# Akron, Ohio .. Pennsylvania .. West Virginia .. Kentucky photo opportunities ??



## astroNikon (Jun 18, 2014)

I'm headed on a selfie vacation the 2nd week of July - 5th to 11th.
I'm curious if there's any great photo opportunities -- waterfalls, bald eagles just sitting around .. car shows .. etc
Also great places to go mountain biking  

I'll be in the Akron Ohio area but will probably venture to the Pittsburgh Penn area, West Virginia & Kentucky borders

Any ideas would be great to get.


----------



## spacefuzz (Jun 18, 2014)

Cuyahoga Valley National Park near Akron. Pittsburgh has some great city scapes.
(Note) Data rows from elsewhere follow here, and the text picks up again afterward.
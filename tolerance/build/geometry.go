package build

import (
	"fmt"
	"math"
	"strings"
	"sync"

	"batchwright/bom/document"
	"batchwright/bom/part"
	"batchwright/bom/quantity"
	"batchwright/tolerance/formula"
	"batchwright/tolerance/geometry"
	"batchwright/tolerance/tape"
)

// Geometry is a figure given by the dimensions of a shape.
type Geometry struct {
	Shape    *geometry.Shape
	Measures []Measure
}

// Measure is one dimension of a shape: it may refer to something and scatter
// as a setting does.
type Measure struct {
	Setting
	Given bool // written in the file, and no default
	node  *document.Node
}

// measure finds a dimension that has a figure; nil is one left out.
func (g *Geometry) measure(name string) *Measure {
	for i := range g.Measures {
		if g.Measures[i].Name == name {
			return &g.Measures[i]
		}
	}
	return nil
}

// shapeEquations are the equations of every shape, parsed once.
var shapeEquations = sync.OnceValue(func() map[string][]formula.Equation {
	all := map[string][]formula.Equation{}
	for _, s := range geometry.Shapes() {
		list, mistakes := formula.ParseEquations(s.Equations)
		if len(mistakes) > 0 {
			panic("build: equations of " + s.Name + ": " + mistakes.Error())
		}
		all[s.Name] = list
	}
	return all
})

// lower is the node of one of the shape's equations; measured gives those of
// the dimensions that have a figure.
func (g *Geometry) lower(to *tape.Graph, equation string, measured func(*Measure) tape.Ref) (tape.Ref, error) {
	var failed error
	var line func(name string) (tape.Ref, bool)
	named := func(name string) (tape.Ref, bool) {
		head, tail, dotted := strings.Cut(name, ".")
		m := g.measure(head)
		switch {
		case dotted && tail == "given":
			return to.Constant(boolean(m != nil && m.Given)), true
		case m != nil:
			return measured(m), true
		case g.Shape.Dimension(head) != nil:
			return to.Constant(0), true // left out
		}
		return line(name)
	}
	line = func(name string) (tape.Ref, bool) {
		for _, q := range shapeEquations()[g.Shape.Name] {
			if q.Name == name {
				v, err := to.Lower(q.Expression, named)
				if err != nil {
					failed = err
				}
				return v, true
			}
		}
		return 0, false
	}
	v, ok := line(equation)
	if !ok && failed == nil {
		failed = fmt.Errorf("%s has no equation %q", g.Shape.Name, equation)
	}
	return v, failed
}

// constant is one of the shape's equations where every dimension is a number.
func (g *Geometry) constant(equation string, measured func(*Measure) float64) float64 {
	to := tape.NewGraph()
	v, err := g.lower(to, equation, func(m *Measure) tape.Ref { return to.Constant(measured(m)) })
	if err != nil {
		panic("build: " + err.Error())
	}
	x, _ := to.Value(v)
	return x
}

// shapeIn is the shape that a mapping gives a figure by; nil is none.
func shapeIn(n *document.Node) *geometry.Shape {
	if n.Kind != document.Mapping {
		return nil
	}
	for _, s := range geometry.Shapes() {
		if n.Get(s.Name) != nil {
			return s
		}
	}
	return nil
}

// shapeNames are the keys a setting may be given by instead of a value.
func shapeNames() []string {
	var names []string
	for _, s := range geometry.Shapes() {
		names = append(names, s.Name)
	}
	return names
}

// readShape reads a setting given by a shape: `{rod: {length: 45 cm, …}}`. A
// tolerance beside it stands for the formula's own.
func (r *reader) readShape(n *document.Node, s *geometry.Shape, out *Setting) {
	r.Keys(n, append([]string{s.Name}, part.ScatterKeys...)...)
	if s.Unit.Dimension != out.Unit.Dimension {
		r.Add(n.Get(s.Name), s.Name+" for a setting in "+out.Unit.Symbol, "a value; a "+s.Name+" has a figure in "+s.Unit.Symbol)
		return
	}
	out.Value = 1 // what multiplies the shape's figure
	out.Scatter = s.Model
	r.readModel(n, &out.Scatter)
	out.Geometry = r.readMeasures(n.Get(s.Name), s, true)
}

// readModel reads what is written beside a shape over how far its formula may
// be off.
func (r *reader) readModel(n *document.Node, s *part.Scatter) {
	part.ReadScatter(&r.Faults, n, quantity.Percent, s)
	if at := n.Get("correlation"); at != nil {
		r.Add(at, "correlation", "none: the formula is off by the same on every unit")
	}
}

// readMeasures reads the dimensions of a shape; nil where some are missing.
func (r *reader) readMeasures(n *document.Node, s *geometry.Shape, refer bool) *Geometry {
	var names []string
	for _, d := range s.Dimensions {
		names = append(names, d.Name)
	}
	if !r.Keys(n, names...) && n.Kind != document.Mapping {
		return nil
	}
	g := &Geometry{Shape: s}
	whole := true
	for _, d := range s.Dimensions {
		m, ok := r.readMeasure(n, s, d, refer)
		if whole = whole && ok; m != nil {
			g.Measures = append(g.Measures, *m)
		}
	}
	if !whole {
		return nil
	}
	return g
}

// readMeasure reads one dimension; nil is one left out.
func (r *reader) readMeasure(n *document.Node, s *geometry.Shape, d geometry.Dimension, refer bool) (*Measure, bool) {
	m := &Measure{Setting: Setting{Name: d.Name, Parameter: part.Parameter{Name: d.Name, Unit: d.Unit}}}
	at := n.Get(d.Name)
	switch lone := d.With != "" && n.Get(d.With) == nil; {
	case lone && at != nil:
		r.Add(at, d.Name+" without "+d.With, d.With+": beside it")
		return nil, false
	case lone:
		return nil, true
	case at == nil && !d.Optional:
		r.Add(n, "missing key "+d.Name, d.Summary+" ("+d.Unit.Symbol+")")
		return nil, false
	case at == nil && d.Default == "":
		return nil, true
	case at == nil:
		q, err := quantity.Parse(d.Default, d.Unit)
		if err != nil {
			panic("build: default of " + s.Name + "." + d.Name + ": " + err.Error())
		}
		m.Value, m.Scatter = q.Value, d.Scatter
		return m, true
	}
	m.Given, m.node, m.Scatter = true, at, d.Scatter
	if shape := shapeIn(at); shape != nil {
		r.Add(at, "a "+shape.Name+" as a dimension", "a value in "+d.Unit.Symbol)
		return nil, false
	}
	m.Value = math.NaN() // until it has been read
	r.readFigure(at, &m.Setting)
	if m.Reference != "" && !refer {
		r.Add(at, "reference", "a value in "+d.Unit.Symbol+": a coil is wound before it meets any condition")
		return nil, false
	}
	if m.Reference != "" {
		return m, true
	}
	return m, !math.IsNaN(m.Value) && r.checkSize(at, d, m.Value, "")
}

// checkSize complains of a dimension that nothing has.
func (r *reader) checkSize(at *document.Node, d geometry.Dimension, v float64, where string) bool {
	if v > 0 || v == 0 && d.Zero {
		return true
	}
	expected := "more than zero"
	if d.Zero {
		expected = "zero or more"
	}
	r.Add(at, d.Name+where, expected)
	return false
}
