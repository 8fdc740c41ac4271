//! Pulses that gate the stage, held against published spectra and laws.

use std::f64::consts::{PI, TAU};

use std::io::{self, Cursor};
use std::sync::Arc;

use num_complex::Complex64;
use proptest::prelude::*;
use quietedge::drive::{
    BandFilter, BandShape, BurstScheme, GateFigures, MovedEdges, PhasePath, PulseFile,
    PulseSequence, Sampling, Scheme, StopBand, Track, Updates,
};
use quietedge::input::{Files, ReadSeek};
use quietedge::map::{Control, Map, MapPoint, Origin};
use quietedge::report::gate::{gate_csv, gate_vcd};
use quietedge::signal::{PulseOptions, SignalError, read_edges};
use quietedge::stage::Anchor;
use quietedge::study::GateTrain;
use quietedge::transmit::MapTransmitter;

const RATE_HZ: f64 = 1e6;

/// Rectangular pulses, 8 V at full width into 50 ohm, 0.1 A from 10 V there: efficiency 0.64.
fn map() -> Map {
    let points = (1..=400).map(|at| {
        let width = 0.5 * f64::from(at) / 400.0;
        let volt = 8.0 * (PI * width).sin();
        MapPoint {
            control: width,
            output_v: Complex64::from_polar(volt, 0.4 + width),
            supply_v: 10.0,
            supply_a: Some(0.1 * volt / 8.0),
            efficiency: None,
            switch_peak_v: None,
            switch_peak_a: None,
            switch_min_v: None,
            closing_v: None,
            driver_w: None,
        }
    });
    Map::new(Control::Width, Origin::Stage, 1e8, 50.0, points.collect()).unwrap()
}

fn scheme(sampling: Sampling, edges: MovedEdges) -> BurstScheme {
    BurstScheme {
        sampling,
        rate_hz: 50e3,
        edges,
        updates: Updates::Once,
        order: 1,
        levels: 2,
        grid_s: None,
        shortest_s: 0.0,
        delay_s: 0.0,
        phase_path: PhasePath::default(),
        transitions_s: None,
        filter: None,
        pulses: None,
    }
}

fn track(scheme: &BurstScheme, map: &Map, samples: &[Complex64], rate_hz: f64) -> Track {
    let mut track = Track::default();
    Scheme::Burst(scheme.clone())
        .drive(map, Anchor::Centre, 1.0, 0.5, rate_hz)
        .push(samples, &mut track);
    track
}

/// A magnitude of `mean + swing cos` at 1 kHz, for 25 ms.
fn tone(mean: f64, swing: f64) -> Vec<Complex64> {
    (0..25_000)
        .map(|n| Complex64::new(mean + swing * (TAU * 1e-3 * f64::from(n)).cos(), 0.0))
        .collect()
}

/// Real amplitude of the line at `hz` over the last 20 ms, parts of full output.
fn line(output_v: &[Complex64], hz: f64) -> f64 {
    let window = &output_v[output_v.len() - 20_000..];
    let sum: Complex64 = window
        .iter()
        .enumerate()
        .map(|(n, v)| v * Complex64::cis(-TAU * (hz / RATE_HZ * n as f64).fract()))
        .sum();
    let twice = if hz == 0.0 { 1.0 } else { 2.0 };
    twice * sum.norm() / 20_000.0 / 8.0
}

/// Bessel function of integer order by its integral, `(1/pi) integral cos(n t - x sin t)`: a sum over a period of a
/// smooth periodic function, exact to rounding at 400 points.
fn bessel(n: i32, x: f64) -> f64 {
    let points = 400;
    let sum: f64 = (0..points)
        .map(|k| {
            let t = TAU * f64::from(k) / f64::from(points);
            (f64::from(n) * t - x * t.sin()).cos()
        })
        .sum();
    sum / f64::from(points)
}

#[test]
fn the_bessel_function_is_the_tabulated_one() {
    // scipy 1.17.1, scipy.special.jv: jv(0, 2.5) = -0.04838377646819792, jv(3, 4.2) = 0.4343942763872008.
    assert!((bessel(0, 2.5) + 0.048_383_776_468_198).abs() < 1e-14);
    assert!((bessel(3, 4.2) - 0.434_394_276_387_200_7).abs() < 1e-12);
}

/// Every line `k Omega + n omega` below 0.4 of the rate that is stronger than -60 dB of full output.
fn hold(scheme: &BurstScheme, law: impl Fn(f64, i32, f64) -> f64) {
    let (map, mean, swing) = (map(), 0.53, 0.4);
    let track = track(scheme, &map, &tone(mean, swing), RATE_HZ);
    let mut held = 0;
    let mut worst = 0.0f64;
    for k in 1..8 {
        for n in -20i32..=20 {
            let hz = 50e3 * f64::from(k) + 1e3 * f64::from(n);
            if hz > 395e3 {
                continue;
            }
            // Lines of the next multiple lie on the same frequency from n = 25 on, below 1e-6 there for k of 1.
            let law = law(f64::from(k), n, swing);
            if law.abs() < 1e-3 || k > 3 {
                continue;
            }
            let got = line(&track.output_v, hz);
            let error_db = 20.0 * (got / law.abs()).log10();
            worst = worst.max(error_db.abs());
            held += 1;
            assert!(error_db.abs() < 0.01, "{k} {n}: {got} {law}");
        }
    }
    println!("{held} lines, worst {worst:.5} dB");
    assert!(held > 20);
}

#[test]
fn natural_sampling_has_the_lines_of_black() {
    // H. S. Black, "Modulation Theory", 1953: double Fourier series. The second edge moves:
    // (1 - J0(2 pi k M) exp(-j 2 pi k D)) / (pi k) and J_n(2 pi k M) / (pi k).
    let mean = 0.53;
    hold(
        &scheme(Sampling::Natural, MovedEdges::One),
        |k, n, swing| {
            let bessel = bessel(n.abs(), TAU * k * swing) / (PI * k);
            if n == 0 {
                (1.0 / (PI * k) - bessel * Complex64::cis(-TAU * k * mean)).norm()
            } else {
                bessel
            }
        },
    );
    // Both edges move: 2 J_n(pi k M) sin(pi k D + n pi / 2) / (pi k).
    hold(
        &scheme(Sampling::Natural, MovedEdges::Two),
        |k, n, swing| {
            2.0 * bessel(n.abs(), PI * k * swing) * (PI * k * mean + 0.5 * PI * f64::from(n)).sin()
                / (PI * k)
        },
    );
}

#[test]
fn uniform_sampling_has_lines_at_their_own_argument() {
    // The same with k + n omega / Omega in place of k: the samples stand still over a period.
    let mean = 0.53;
    let ratio = |k: f64, n: i32| k + f64::from(n) / 50.0;
    let sign = |n: i32| if n < 0 && n % 2 != 0 { -1.0 } else { 1.0 };
    hold(
        &scheme(Sampling::Uniform, MovedEdges::One),
        |k, n, swing| {
            let x = ratio(k, n);
            let bessel = sign(n) * bessel(n.abs(), TAU * x * swing) / (PI * x);
            if n == 0 {
                (1.0 / (PI * x) - bessel * Complex64::cis(-TAU * x * mean)).norm()
            } else {
                bessel
            }
        },
    );
    hold(
        &scheme(Sampling::Uniform, MovedEdges::Two),
        |k, n, swing| {
            let x = ratio(k, n);
            2.0 * bessel(n.abs(), PI * x * swing) * (PI * x * mean + 0.5 * PI * f64::from(n)).sin()
                / (PI * x)
        },
    );
    // And harmonics of the tone, which natural sampling has not: J_n(pi x M) with x = n omega / Omega.
    let map = map();
    let uniform = track(
        &scheme(Sampling::Uniform, MovedEdges::One),
        &map,
        &tone(mean, 0.4),
        RATE_HZ,
    );
    let natural = track(
        &scheme(Sampling::Natural, MovedEdges::One),
        &map,
        &tone(mean, 0.4),
        RATE_HZ,
    );
    let x: f64 = 2.0 / 50.0;
    let law = bessel(2, TAU * x * 0.4) / (PI * x);
    let got = line(&uniform.output_v, 2e3);
    assert!((20.0 * (got / law).log10()).abs() < 0.01, "{got} {law}");
    // The cubic between twenty instants of a period of 1000 leaves 1e-9 of a tone; the observer's ripple is 1e-5.
    assert!(line(&natural.output_v, 2e3) < 1e-6);
    assert!((line(&natural.output_v, 1e3) - 0.4).abs() < 1e-5);
}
Look up the areas on 500px and Flickr that will give you some good spots to go find.


----------



## colnago1331 (Jun 20, 2014)

astroNikon said:


> Also great places to go mountain biking



Trailhead - Ohio Singletrack Trailhead


----------



## runnah (Jun 20, 2014)

colnago1331 said:


> Trailhead - Ohio Singletrack Trailhead



Looks like a good ride. Should come up to Maine.


----------



## Amocholes (Aug 13, 2014)

Hocking Hills State park in Ohio has a lovely gorge and waterfalls.


----------